→ What you need to do
After locating the line that contains "assert warning and" in the records below, write out exactly that line and each line after it through the one that contains "Each test runs", and nothing else.

Collected data entries
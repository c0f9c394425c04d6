"""A categorical with many levels is fitted by blocks from one grouped query, not by dense indicator sums."""

from __future__ import annotations

import numpy as np
import pytest
import statsmodels.api as sm
from conftest import assert_close
from sqlglot import exp

import dbfit
import dbfit.fitting.blocks
from dbfit.design.layout import build_design
from dbfit.engines.duckdb_engine import DuckDBEngine
from dbfit.expressions.formula import parse_formula
from dbfit.expressions.source import source_relation
from dbfit.fitting.blocks import BlockedStatisticsPass, blocked_factor


def stores(con, levels: int, rows: int) -> None:
    con.execute(f"""CREATE OR REPLACE TABLE visits AS
        SELECT 'shop' || lpad((hash(i, 1) % {levels})::VARCHAR, 5, '0') AS shop,
               (hash(i, 2) % 1000) / 1000.0 AS distance, (hash(i, 3) % 1000) / 500.0 AS wait,
               ((hash(i, 4) % 10000) / 10000.0 < 1 / (1 + exp(-(-0.4 + distance - 0.5 * wait
                   + ((hash(i, 1) % {levels})::DOUBLE - {levels / 2}) / {levels / 2}))))::INTEGER AS bought
        FROM range({rows}) r(i)""")


def test_blocked_fit_equals_dense_fit_and_statsmodels(con, monkeypatch):
    # Reference: statsmodels GLM Binomial with treatment-coded shops (data generated here only as input).
    stores(con, 60, 6000)
    blocked = dbfit.fit(con, "bought ~ distance + shop + wait", "visits", progress=False)
    design = build_design(
        DuckDBEngine(con), parse_formula("bought ~ distance + shop + wait"), source_relation("visits")
    )
    assert blocked_factor(design) == 1
    monkeypatch.setattr(dbfit.fitting.blocks, "HIGH_CARDINALITY_LEVELS", 10_000)
    dense = dbfit.fit(con, "bought ~ distance + shop + wait", "visits", progress=False)
    assert blocked.labels == dense.labels
    assert_close(blocked.estimates, dense.estimates, 1e-9, "blocked vs dense estimates")
    assert_close(blocked.covariance, dense.covariance, 1e-8, "blocked vs dense covariance")
    frame = con.execute("SELECT * FROM visits").df()
    reference = sm.GLM.from_formula(
        "bought ~ distance + C(shop) + wait", frame, family=sm.families.Binomial()
    ).fit(tol=1e-13)
    order = (
        ["Intercept", "distance"]
        + [f"C(shop)[T.{label.split('=')[1]}]" for label in blocked.labels[2:-1]]
        + ["wait"]
    )
    assert_close(blocked.estimates, reference.params[order].values, 1e-6, "estimates")
    assert_close(
        blocked.coefficients["std_error"].to_numpy(), reference.bse[order].values, 1e-6, "standard errors"
    )


def test_blocked_fit_with_no_intercept_and_an_aliased_dense_term(con):
    stores(con, 55, 4000)
    model = dbfit.fit(con, "bought ~ shop + distance + (distance * 2) - 1", "visits", progress=False)
    assert np.isnan(model.estimate("(distance * 2)"))
    frame = con.execute("SELECT * FROM visits").df()
    # Reference: statsmodels GLM with one indicator per shop and no intercept.
    reference = sm.GLM.from_formula(
        "bought ~ C(shop) + distance - 1", frame, family=sm.families.Binomial()
    ).fit(tol=1e-13)
    assert_close(model.estimates[:-1], reference.params.values, 1e-6, "estimates")


def aggregate_count(con, levels: int) -> int:
    stores(con, levels, 20 * levels)
    design = build_design(
        DuckDBEngine(con), parse_formula("bought ~ shop + distance + wait"), source_relation("visits")
    )
    factor = blocked_factor(design)
    parameters = list(range(len(design.labels)))
    query = BlockedStatisticsPass(DuckDBEngine(con), design, factor).query(
        parameters, np.zeros(len(parameters))
    )
    return len(list(query.find_all(exp.Sum)))


def test_statistics_query_size_does_not_grow_with_levels(con):
    assert aggregate_count(con, 5000) == aggregate_count(con, 100)
    assert aggregate_count(con, 100) < 20


@pytest.mark.parametrize("levels", [80])
def test_level_with_one_outcome_is_reported_as_separation(con, levels):
    stores(con, levels, 8000)
    con.execute("UPDATE visits SET bought = 1 WHERE shop = 'shop00007'")
    model = dbfit.fit(con, "bought ~ distance + shop", "visits", progress=False)
    warning = [w for w in model.warnings if "separation" in w]
    assert warning and "shop=shop00007" in warning[0]
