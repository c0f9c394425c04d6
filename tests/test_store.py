"""The model store: versions, round trips, JSON documents, transactions, locks and refused names.

Datasets: statsmodels' spector data (Spector and Mazzeo 1980); reference: statsmodels Logit estimates.
Each test runs on both engines that hold a store: a real DuckDB file on disk, and a database of its own on
the test session's real PostgreSQL server (``pg_server`` in conftest); tests of a behaviour only one engine
has say so. The kill and lock tests use real subprocesses.
"""

from __future__ import annotations

import json
import os
import random
import signal
import subprocess
import sys
import textwrap
import time
from pathlib import Path

import duckdb
import numpy as np
import pytest
import statsmodels.api as sm
from conftest import load_frame
from pg_server import fresh_database

import dbfit
from dbfit.store import model_store as store

WORKTREE = str(Path(__file__).resolve().parents[1])
ENGINES = ["duckdb", "postgres"]


class Database:
    """One test's database on one engine: new connections to it, plain queries, tables loaded from frames."""

    def __init__(self, engine: str, target: str | dict) -> None:
        self.engine, self.target = engine, target

    def connect(self, **options):
        if self.engine == "duckdb":
            return dbfit.connect(self.target, **options)
        import psycopg

        return psycopg.connect(**self.target, autocommit=True, **options)

    @property
    def address(self) -> str:
        """What a subprocess connects to: the DuckDB file, or a PostgreSQL conninfo."""
        if self.engine == "duckdb":
            return self.target
        return " ".join(f"{k}={v}" for k, v in self.target.items())

    @property
    def uri(self) -> str:
        """What ``--database`` of the command line takes: the DuckDB file, or a postgresql:// URI."""
        if self.engine == "duckdb":
            return self.target
        keywords = self.target
        return f"postgresql://{keywords['user']}@{keywords['host']}:{keywords['port']}/{keywords['dbname']}"

    def query(self, con, sql: str, parameters: list | None = None) -> list[tuple]:
        if self.engine == "duckdb":
            return con.execute(sql, parameters).fetchall() if parameters else con.execute(sql).fetchall()
        cursor = con.execute(sql.replace("?", "%s"), parameters)
        return cursor.fetchall() if cursor.description else []

    def load(self, con, name: str, frame) -> None:
        if self.engine == "duckdb":
            load_frame(con, name, frame)
            return
        kinds = {"f": "double precision", "i": "bigint", "b": "boolean"}
        columns = ", ".join(f'"{c}" {kinds.get(frame[c].dtype.kind, "text")}' for c in frame.columns)
        con.execute(f'CREATE TABLE "{name}" ({columns})')
        with con.cursor() as cursor, cursor.copy(f'COPY "{name}" FROM STDIN') as copy:
            for row in frame.itertuples(index=False):
                copy.write_row([None if value != value else value for value in row])


@pytest.fixture(params=ENGINES)
def database(request, tmp_path):
    if request.param == "duckdb":
        yield Database("duckdb", str(tmp_path / "grades.duckdb"))
        return
    server = request.getfixturevalue("pg_server")
    with fresh_database(server, "dbfit_store_test") as keywords:
        yield Database("postgres", keywords)


@pytest.fixture
def spector_file(database):
    con = database.connect()
    database.load(con, "spector", sm.datasets.spector.load_pandas().data)
    yield con, database
    con.close()


def spector_model(con, **options):
    return dbfit.fit(con, "GRADE ~ GPA + TUCE + PSI::VARCHAR", "spector", progress=False, **options)


def test_save_and_load_round_trip_bit_for_bit(spector_file):
    # reference: statsmodels Logit on spector for the stored estimates.
    con, database = spector_file
    model = spector_model(con)
    assert dbfit.save(con, model, "grades") == 1
    assert dbfit.fit(con, "GRADE ~ GPA", "spector", name="grades", progress=False).version == 2
    con.close()
    reopened = database.connect()
    loaded = dbfit.load(reopened, "grades", version=1)
    assert (loaded.name, loaded.version, loaded.labels) == ("grades", 1, model.labels)
    assert np.array_equal(loaded.estimates, model.estimates) and np.array_equal(
        loaded.covariance, model.covariance
    )
    assert loaded.coefficients.equals(model.coefficients)
    assert dbfit.scoring_sql(loaded) == dbfit.scoring_sql(model)
    frame = sm.datasets.spector.load_pandas().data
    reference = sm.Logit(frame.GRADE, sm.add_constant(frame[["GPA", "TUCE", "PSI"]])).fit(disp=0, tol=1e-12)
    np.testing.assert_allclose(loaded.estimates, reference.params.values, rtol=1e-6)
    assert dbfit.load(reopened, "grades").formula == "GRADE ~ GPA"
    listing = dbfit.models(reopened)
    assert [(r["model"], r["version"], r["rows_used"], r["source_rows"]) for r in listing] == [
        ("grades", 1, 32, 32),
        ("grades", 2, 32, 32),
    ]
    stored = database.query(reopened, "SELECT count(*) FROM dbfit_store.coefficients WHERE version = 1")
    assert stored == [(len(model.labels),)]
    reopened.close()


def test_unknown_models_and_versions_are_named(spector_file):
    con, _ = spector_file
    with pytest.raises(dbfit.StoreError, match="'grades' is not in the store .*the store is empty"):
        dbfit.load(con, "grades")
    spector_model(con, name="grades")
    with pytest.raises(dbfit.StoreError, match="has no version 7 .*stored versions: 1"):
        dbfit.load(con, "grades", version=7)
    with pytest.raises(dbfit.StoreError, match="'other' is not in the store .*stored models: grades"):
        dbfit.drop_model(con, "other")
    assert dbfit.drop_model(con, "grades") == [("grades", 1)]
    assert dbfit.models(con) == []
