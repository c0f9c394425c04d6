"""Hash splits: the same row lands in the same part whatever the row order or the file, at the asked shares."""

from __future__ import annotations

import hashlib

import duckdb
import pytest

import dbfit
from dbfit.expressions.source import source_relation
from dbfit.expressions.splits import Holdout, KFold, labelled_rows


def parts(con, split) -> dict[int, str]:
    query = labelled_rows(source_relation("rows"), split).sql(dialect="duckdb")
    return {key: str(part) for key, part in con.execute(f"SELECT id, dbfit_part FROM ({query})").fetchall()}


def test_parts_are_stable_across_files_and_row_orders(tmp_path):
    first, second = duckdb.connect(str(tmp_path / "a.duckdb")), duckdb.connect(str(tmp_path / "b.duckdb"))
    first.execute("CREATE TABLE rows AS SELECT i AS id, i % 7 AS x FROM range(5000) r(i) ORDER BY i")
    second.execute("CREATE TABLE rows AS SELECT i AS id, i % 7 AS x FROM range(5000) r(i) ORDER BY hash(i)")
    for split in (Holdout("id", 0.25), KFold("id", 5)):
        assert parts(first, split) == parts(second, split)
    # Reference: Python's hashlib MD5 of the key's text, the definition of the split.
    expected = {
        i: ("holdout" if int(hashlib.md5(str(i).encode()).hexdigest()[:8], 16) / 2**32 < 0.25 else "train")
        for i in range(5000)
    }
    assert parts(first, Holdout("id", 0.25)) == expected


def test_part_sizes_are_within_one_percent_of_the_shares(con):
    con.execute("CREATE TABLE rows AS SELECT i AS id FROM range(1000000) r(i)")
    for share in (0.1, 0.3):
        counts = dict(
            con.execute(
                f"SELECT dbfit_part, count(*) FROM ({labelled_rows(source_relation('rows'), Holdout('id', share)).sql('duckdb')}) GROUP BY 1"
            ).fetchall()
        )
        assert abs(counts["holdout"] / 1_000_000 - share) < 0.01 * share
    folds = dict(
        con.execute(
            f"SELECT dbfit_part, count(*) FROM ({labelled_rows(source_relation('rows'), KFold('id', 4)).sql('duckdb')}) GROUP BY 1"
        ).fetchall()
    )
    assert sorted(folds) == [0, 1, 2, 3] and all(abs(n / 250_000 - 1) < 0.01 for n in folds.values())


@pytest.mark.parametrize("split", [Holdout("id", 0.0), Holdout("id", 1.0), KFold("id", 1)])
def test_bad_split_options_are_refused(split):
    with pytest.raises(dbfit.FitError):
        labelled_rows(source_relation("rows"), split)


def test_split_key_injection_is_refused():
    with pytest.raises(dbfit.FormulaError):
        labelled_rows(source_relation("rows"), Holdout("id); DROP TABLE rows; --", 0.2))
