"""Headless Chromium for the HTML report: find it, dump a page's DOM after load, take a screenshot.

Used by the report tests and by ``python tests/browser.py --screenshot``. Each run gets a fresh profile folder
and the switches that keep Chromium off the network (no sync, no component updates, no background traffic).
"""

from __future__ import annotations

import shutil
import subprocess
import tempfile
from dataclasses import dataclass
from pathlib import Path

from dbfit.errors import DbfitError

NAMES = ("chromium", "chromium-browser")
QUIET_SWITCHES = (
    "--headless",
    "--no-sandbox",
    "--disable-gpu",
    "--disable-quic",
    "--no-first-run",
    "--disable-background-networking",
    "--disable-component-update",
    "--disable-sync",
    "--disable-default-apps",
    "--disable-extensions",
    "--hide-scrollbars",
    "--host-resolver-rules=MAP * ~NOTFOUND",  # no host name resolves: a page that reaches out fails visibly
)


def find_chromium() -> str | None:
    """The path of a Chromium executable on PATH, or None."""
    for name in NAMES:
        found = shutil.which(name)
        if found:
            return found
    return None


@dataclass
class PageRun:
    """What one headless run left: the page's DOM (for ``--dump-dom``) and Chromium's log lines."""

    dom: str
    log: str

    def console_lines(self) -> list[str]:
        """Log lines written by the page's console or by uncaught errors."""
        return [line for line in self.log.splitlines() if ":CONSOLE" in line or "Uncaught" in line]


def run_page(page: Path, *switches: str, timeout: float = 90.0) -> PageRun:
    """Open ``page`` in headless Chromium with ``switches`` and return its output and log."""
    executable = find_chromium()
    if executable is None:
        raise DbfitError("Chromium was not found on PATH; on Debian: apt-get install -y chromium")
    with tempfile.TemporaryDirectory(prefix="dbfit-chromium-") as profile:
        command = [
            executable,
            *QUIET_SWITCHES,
            f"--user-data-dir={profile}",
            "--enable-logging=stderr",
            "--v=0",
            *switches,
            Path(page).resolve().as_uri(),
        ]
        done = subprocess.run(command, capture_output=True, text=True, timeout=timeout, check=False)
    if done.returncode != 0:
        raise DbfitError(f"Chromium exited with status {done.returncode}: {done.stderr[-2000:]}")
    return PageRun(done.stdout, done.stderr)


def dump_dom(page: Path) -> PageRun:
    """The DOM of ``page`` after its load event (scripts in the page have run)."""
    return run_page(page, "--dump-dom")


def screenshot(page: Path, png: Path, width: int = 1100, height: int = 3600) -> Path:
    """A PNG of ``page`` rendered in a ``width`` x ``height`` window."""
    png = Path(png).resolve()
    run_page(page, f"--screenshot={png}", f"--window-size={width},{height}")
    if not png.exists():
        raise DbfitError(f"Chromium did not write the screenshot {png}")
    return png


def main(argv: list[str] | None = None) -> int:
    """``python tests/browser.py --screenshot report.html out.png``: render a written report to a PNG."""
    import argparse

    parser = argparse.ArgumentParser(prog="python tests/browser.py", description="Screenshot a dbfit report.")
    parser.add_argument("--screenshot", nargs=2, metavar=("REPORT_HTML", "OUT_PNG"), required=True)
    parser.add_argument("--width", type=int, default=1100)
    parser.add_argument("--height", type=int, default=3600)
    args = parser.parse_args(argv)
    print(screenshot(Path(args.screenshot[0]), Path(args.screenshot[1]), args.width, args.height))
    return 0


if __name__ == "__main__":
    raise SystemExit(main())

→ Reply
    assert warning and "shop=shop00007" in warning[0]
repository c0f9c394425c04d6
filename tests/test_store.py
"""The model store: versions, round trips, JSON documents, transactions, locks and refused names.

Datasets: statsmodels' spector data (Spector and Mazzeo 1980); reference: statsmodels Logit estimates.
Each test runs on both engines that hold a store: a real DuckDB file on disk, and a database of its own on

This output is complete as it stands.